Are you in agreement that pain responses to radiation have a much higher success rate than 20% at 3 months? Is this sufficient evidence to show that radiation helps with pain due to metastases?

Despite my previous posts, I'm not annoyed (anymore) given that the thread cooled off a bit. Legit question to you in the line above.
 
Is this sufficient evidence to show that radiation helps with pain due to metastases?

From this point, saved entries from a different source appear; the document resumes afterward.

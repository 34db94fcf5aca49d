"""Rasterising a network with optional artefacts: the mask and its ground truth.

In: a :class:`~pipeline.synthetic.network.VesselNetwork`, a spacing ``(dz, dy, dx)`` in µm and
the imperfections (:func:`hostile_artefacts` sets the hostile ones from one strength).
Out: a boolean ``(Z, Y, X)`` mask and a JSON-serialisable truth dictionary.
"""

from __future__ import annotations

from types import MappingProxyType
from typing import Any, Mapping, Sequence

import numpy as np

from ._common import _bad, _count, _jsonable, _positive, _real, _rng, _spacing
from .network import VesselNetwork, _clip_network
from .painting import _FIELD_CLIP, _MAX_ROUGHNESS, TubePieces, _auto_place, _paint_imaged, _paint_tubes
from .artefacts import (
    _MAX_JITTER_VOX, _Occupied, _add_blobs, _add_handles, _add_specks, _carve_gaps, _carve_holes, _carve_open_holes,
    _centreline_samples, _clipped_normal_second_moment, _euler_26, _fill_cavities, _jitter_shifts, _psf_sigma,
    _radius_range,
)


def _placed_grid(
    network: VesselNetwork, d: np.ndarray, *, shape: Sequence[int] | None, margin: float, rough: float
) -> tuple[np.ndarray, np.ndarray, VesselNetwork]:
    """The grid shape, the shift of the network into it and the network so shifted.

    Parameters
    ----------
    network : VesselNetwork
        Network as given.
    d : ndarray, shape (3,)
        Voxel size, µm.
    shape, margin, rough
        :func:`rasterize`'s ``shape`` (unchecked), margin in µm and roughness.

    Returns
    -------
    grid : ndarray of int64, shape (3,)
    offset : ndarray, shape (3,)
        Added to the network's coordinates, µm.
    placed : VesselNetwork
    """
    if shape is not None:
        try:
            grid = np.asarray(shape, dtype=np.int64)
            bad = (
                grid.shape != (3,)
                or not np.array_equal(grid, np.asarray(shape, dtype=float))
                or np.any(grid < 1)
            )
        except (TypeError, ValueError):
            bad = True
        if bad:
            raise _bad("shape", "three integers >= 1 (Z, Y, X)", shape)
        offset = np.zeros(3)
        placed = network
    elif network.box_um is not None:
        grid = np.maximum(1, np.round(np.asarray(network.box_um) / d)).astype(np.int64)
        offset = np.zeros(3)
        placed = network
    else:
        offset, grid = _auto_place(network, d, margin, 1.0 + _FIELD_CLIP * rough)
        placed = network.translated(offset)
    if np.prod(grid.astype(float)) > 2**34:
        raise _bad("shape", "at most 2**34 voxels", tuple(grid.tolist()))
    return grid, offset, placed


def _paint_as_imaged(
    dims: tuple[int, int, int],
    placed: VesselNetwork,
    d: np.ndarray,
    rough: float,
    rng_rough: np.random.Generator,
    *,
    correlation_um: float | None,
    shift_vox: np.ndarray | None,
    psf_sigma_um: np.ndarray | None,
    psf_threshold: float,
) -> tuple[np.ndarray, dict[str, int]]:
    """The vessels as a lab's imaging shows them, without cavities.

    Returns
    -------
    mask : ndarray of bool, shape ``dims``
    imaged : dict
        ``roughness_voxels_refused``, ``imaged_cavities_filled`` and
        ``imaged_euler_number``, for the truth.
    """
    mask, n_refused = _paint_imaged(
        dims, placed, d, rough, rng_rough, correlation_um=correlation_um, shift_vox=shift_vox,
        psf_sigma_um=psf_sigma_um, psf_threshold=psf_threshold,
    )
    # Imaging can still enclose background (a blur closing a narrow gap, planes
    # shifted over a bend); those cavities are filled, so that the only
    # cavities are the recorded holes. The Euler number of the vessels as
    # imaged is kept so that every recorded change adds to it.
    n_filled = _fill_cavities(mask)
    imaged_euler = _euler_26(mask)
    return mask, {
        "roughness_voxels_refused": n_refused,
        "imaged_cavities_filled": n_filled,
        "imaged_euler_number": imaged_euler,
    }


def _wall_defects(
    mask: np.ndarray,
    cut: VesselNetwork,
    d: np.ndarray,
    hole_rec: list[dict],
    *,
    n_open: int,
    n_gaps: int,
    n_handles: int,
    n_blobs: int,
    rng_open: np.random.Generator,
    rng_gaps: np.random.Generator,
    rng_handles: np.random.Generator,
    rng_blobs: np.random.Generator,
    rough: float,
    shift_um: np.ndarray | None,
    fit: bool,
) -> dict[str, list[dict]]:
    """Open holes, gaps, handles and blobs, in that order, changing ``mask`` in place.

    Each is placed clear of the enclosed holes already carved (``hole_rec``)
    and of the ones placed before it.

    Returns
    -------
    dict
        ``open_holes``, ``blobs``, ``handles`` and ``gaps``: the records of
        those placed.
    """
    reach = 1.0 + _FIELD_CLIP * rough
    samp = _centreline_samples(cut, d, shift_um) if n_open + n_gaps + n_handles + n_blobs else None
    occupied = _Occupied(float(d.max()))
    for h in hole_rec:
        occupied.add(np.asarray(h["centre_um"]), (h["radius_vox"] + 1.0) * float(d.max()))
    jitter_um = 0.0 if shift_um is None else float(np.max(np.linalg.norm(shift_um, axis=1)))
    open_rec = _carve_open_holes(mask, samp, d, n_open, rng_open, occupied, reach, fit)
    gap_rec = _carve_gaps(mask, samp, d, n_gaps, rng_gaps, occupied, reach, jitter_um, fit)
    handle_rec = _add_handles(mask, samp, d, n_handles, rng_handles, occupied, reach, fit)
    blob_rec = _add_blobs(mask, samp, d, n_blobs, rng_blobs, occupied, fit)
    return {"open_holes": open_rec, "blobs": blob_rec, "handles": handle_rec, "gaps": gap_rec}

To me it was important to see how many patients would report an improvement of pain after a sham treatment in the setting of bone metastases and radiation (or sth similar). Just to have something to compare the reported response rates after XRT to. So even though it was only a small patient sample and even though the patient population differs from the patient populations in the XRT trials (patients who didn´t respond to xrt for example), it adds an important dimension to the existing evidence for me and makes the evidence sufficient in my eyes.